**Record excerpts**

/**
 * Splits a top-level JSON array into the text of its elements by tracking string and nesting
 * state, so each element can be handed to JSON.parse on its own. Rows must be flat objects;
 * nesting deeper than that is refused as soon as it is seen rather than after buffering it.
 */
async function* splitJsonArray(body: Readable, limits: ParseLimits): AsyncGenerator<{ text: string; line: number }> {
  const maxDepth = 3; // array → row object → one level inside a value, which row validation then rejects
  const decoder = new TextDecoder('utf-8', { fatal: true, ignoreBOM: false });
  let depth = 0;
  let inString = false;
  let escaped = false;
  let sawArray = false;
  let finished = false;
  // Between rows the array allows exactly one comma: none before the first row or before ].
  let expecting: 'first row or ]' | 'row' | 'comma or ]' = 'first row or ]';
  let element = '';
  let elementStart = -1;
  let elementLine = 1;
  let line = 1;
  const fail = (message: string): never => {
    throw new MalformedBodyError(message, line);
  };
  try {
    for await (const chunk of body as AsyncIterable<Buffer>) {
      const text = decoder.decode(chunk, { stream: true });
      for (let index = 0; index < text.length; index++) {
        const char = text[index] as string;
        if (char === '\n') line += 1;
        if (inString) {
          if (escaped) escaped = false;
          else if (char === '\\') escaped = true;
          else if (char === '"') inString = false;
          continue;
        }
        if (char === ' ' || char === '\t' || char === '\n' || char === '\r') continue;
        if (finished) fail('unexpected content after the closing ] of the array');
        if (!sawArray) {
          if (char !== '[') fail('a JSON upload must be an array of row objects, starting with [');
          sawArray = true;
          depth = 1;
          continue;
        }
        if (depth === 1) {
          if (char === ',') {
            if (expecting !== 'comma or ]') fail('unexpected comma in the array');
            expecting = 'row';
            continue;
          }
          if (char === ']') {
            if (expecting === 'row') fail('unexpected comma before the closing ] of the array');
            depth = 0;
            finished = true;
            continue;
          }
          if (char !== '{') fail('each element of the array must be a row object in braces');
          if (expecting === 'comma or ]') fail('rows of the array must be separated by commas');
          elementStart = index;
          elementLine = line;
          element = '';
        }
        if (char === '"') inString = true;
        else if (char === '{' || char === '[') {
          depth += 1;
          if (depth > maxDepth) fail('rows must be flat objects; nesting this deep is not accepted');
        } else if (char === '}' || char === ']') {
          depth -= 1;
        }
        if (depth === 1 && elementStart !== -1) {
          const completed = element + text.slice(elementStart, index + 1);
          // A row that arrived within one chunk is held to the same limit as one spread over many.
          if (completed.length > limits.maxRecordChars) fail(`a row is longer than ${limits.maxRecordChars} characters`);
          element = '';
          elementStart = -1;
          expecting = 'comma or ]';
          yield { text: completed, line: elementLine };
        }
      }
      if (elementStart !== -1) {
        element += text.slice(elementStart);
        elementStart = 0;
        if (element.length > limits.maxRecordChars) fail(`a row is longer than ${limits.maxRecordChars} characters`);
      }
    }
    decoder.decode();
  } catch (error) {
    throw toMalformed(error, 'JSON', line);
  }
  if (!sawArray) throw new MalformedBodyError('the upload is empty: expected a JSON array of row objects', 1);
  if (!finished) throw new MalformedBodyError('the JSON array is not closed (missing ])', line);
}

/** Decodes strictly: text that is not UTF-8 (UTF-16, binary) is refused rather than turned into replacement characters. */
async function* decodeUtf8(body: Readable, format: string, recordLines: CsvRecordLines): AsyncGenerator<string> {
  const decoder = new TextDecoder('utf-8', { fatal: true, ignoreBOM: false });
  try {
    for await (const chunk of body as AsyncIterable<Buffer>) {
      const text = decoder.decode(chunk, { stream: true });
      if (text.includes('\u0000')) throw new MalformedBodyError(`the ${format} body contains NUL bytes; is it binary or UTF-16?`, null);
      if (text !== '') {
        recordLines.read(text);
        yield text;
      }
    }
    const rest = decoder.decode();
    if (rest !== '') {
      recordLines.read(rest);
      yield rest;
    }
    recordLines.finish();
  } catch (error) {
    throw toMalformed(error, format);
  }
}

function toMalformed(error: unknown, format: string, line: number | null = null): Error {
  if (error instanceof MalformedBodyError) return error;
  if (error instanceof TypeError && /decode|encoded/i.test(error.message)) {
    return new MalformedBodyError(`the ${format} body is not valid UTF-8 text`, line);
  }
  // Not every csv-parse error code starts with CSV_ (INVALID_OPENING_QUOTE does not), so the class decides.
  if (error instanceof CsvError) {
    const csvLine = 'lines' in error && typeof error.lines === 'number' ? error.lines : line;
    return new MalformedBodyError(`invalid CSV: ${error.message}`, csvLine);
  }
  return error instanceof Error ? error : new Error(String(error));
}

**Aim of the task**
Transcribe every record above so that nothing differs from the original.

**Worked solution**
/**
 * Splits a top-level JSON array into the text of its elements by tracking string and nesting
 * state, so each element can be handed to JSON.parse on its own. Rows must be flat objects;
 * nesting deeper than that is refused as soon as it is seen rather than after buffering it.
 */
async function* splitJsonArray(body: Readable, limits: ParseLimits): AsyncGenerator<{ text: string; line: number }> {
  const maxDepth = 3; // array → row object → one level inside a value, which row validation then rejects
  const decoder = new TextDecoder('utf-8', { fatal: true, ignoreBOM: false });
  let depth = 0;
  let inString = false;
  let escaped = false;
  let sawArray = false;
  let finished = false;
  // Between rows the array allows exactly one comma: none before the first row or before ].
  let expecting: 'first row or ]' | 'row' | 'comma or ]' = 'first row or ]';
  let element = '';
  let elementStart = -1;
  let elementLine = 1;
  let line = 1;
  const fail = (message: string): never => {
    throw new MalformedBodyError(message, line);
  };
  try {
    for await (const chunk of body as AsyncIterable<Buffer>) {
      const text = decoder.decode(chunk, { stream: true });
      for (let index = 0; index < text.length; index++) {
        const char = text[index] as string;
        if (char === '\n') line += 1;
        if (inString) {
          if (escaped) escaped = false;
          else if (char === '\\') escaped = true;
          else if (char === '"') inString = false;
          continue;
        }
        if (char === ' ' || char === '\t' || char === '\n' || char === '\r') continue;
        if (finished) fail('unexpected content after the closing ] of the array');
        if (!sawArray) {
          if (char !== '[') fail('a JSON upload must be an array of row objects, starting with [');
          sawArray = true;
          depth = 1;
          continue;
        }
        if (depth === 1) {
          if (char === ',') {
            if (expecting !== 'comma or ]') fail('unexpected comma in the array');
            expecting = 'row';
            continue;
          }
          if (char === ']') {
            if (expecting === 'row') fail('unexpected comma before the closing ] of the array');
            depth = 0;
            finished = true;
            continue;
          }
          if (char !== '{') fail('each element of the array must be a row object in braces');
          if (expecting === 'comma or ]') fail('rows of the array must be separated by commas');
          elementStart = index;
          elementLine = line;
          element = '';
        }
        if (char === '"') inString = true;
        else if (char === '{' || char === '[') {
          depth += 1;
          if (depth > maxDepth) fail('rows must be flat objects; nesting this deep is not accepted');
        } else if (char === '}' || char === ']') {
          depth -= 1;
        }
        if (depth === 1 && elementStart !== -1) {
          const completed = element + text.slice(elementStart, index + 1);
          // A row that arrived within one chunk is held to the same limit as one spread over many.
          if (completed.length > limits.maxRecordChars) fail(`a row is longer than ${limits.maxRecordChars} characters`);
          element = '';
          elementStart = -1;
          expecting = 'comma or ]';
          yield { text: completed, line: elementLine };
        }
      }
      if (elementStart !== -1) {
        element += text.slice(elementStart);
        elementStart = 0;
        if (element.length > limits.maxRecordChars) fail(`a row is longer than ${limits.maxRecordChars} characters`);
      }
    }
    decoder.decode();
  } catch (error) {
    throw toMalformed(error, 'JSON', line);
  }
  if (!sawArray) throw new MalformedBodyError('the upload is empty: expected a JSON array of row objects', 1);
  if (!finished) throw new MalformedBodyError('the JSON array is not closed (missing ])', line);
}

/** Decodes strictly: text that is not UTF-8 (UTF-16, binary) is refused rather than turned into replacement characters. */
async function* decodeUtf8(body: Readable, format: string, recordLines: CsvRecordLines): AsyncGenerator<string> {
  const decoder = new TextDecoder('utf-8', { fatal: true, ignoreBOM: false });
  try {
    for await (const chunk of body as AsyncIterable<Buffer>) {
      const text = decoder.decode(chunk, { stream: true });
      if (text.includes('\u0000')) throw new MalformedBodyError(`the ${format} body contains NUL bytes; is it binary or UTF-16?`, null);
      if (text !== '') {
        recordLines.read(text);
        yield text;
      }
    }
    const rest = decoder.decode();
    if (rest !== '') {
      recordLines.read(rest);
      yield rest;
    }
    recordLines.finish();
  } catch (error) {
    throw toMalformed(error, format);
  }
}

function toMalformed(error: unknown, format: string, line: number | null = null): Error {
  if (error instanceof MalformedBodyError) return error;
  if (error instanceof TypeError && /decode|encoded/i.test(error.message)) {
    return new MalformedBodyError(`the ${format} body is not valid UTF-8 text`, line);
  }
  // Not every csv-parse error code starts with CSV_ (INVALID_OPENING_QUOTE does not), so the class decides.
  if (error instanceof CsvError) {
    const csvLine = 'lines' in error && typeof error.lines === 'number' ? error.lines : line;
    return new MalformedBodyError(`invalid CSV: ${error.message}`, csvLine);
  }
  return error instanceof Error ? error : new Error(String(error));
}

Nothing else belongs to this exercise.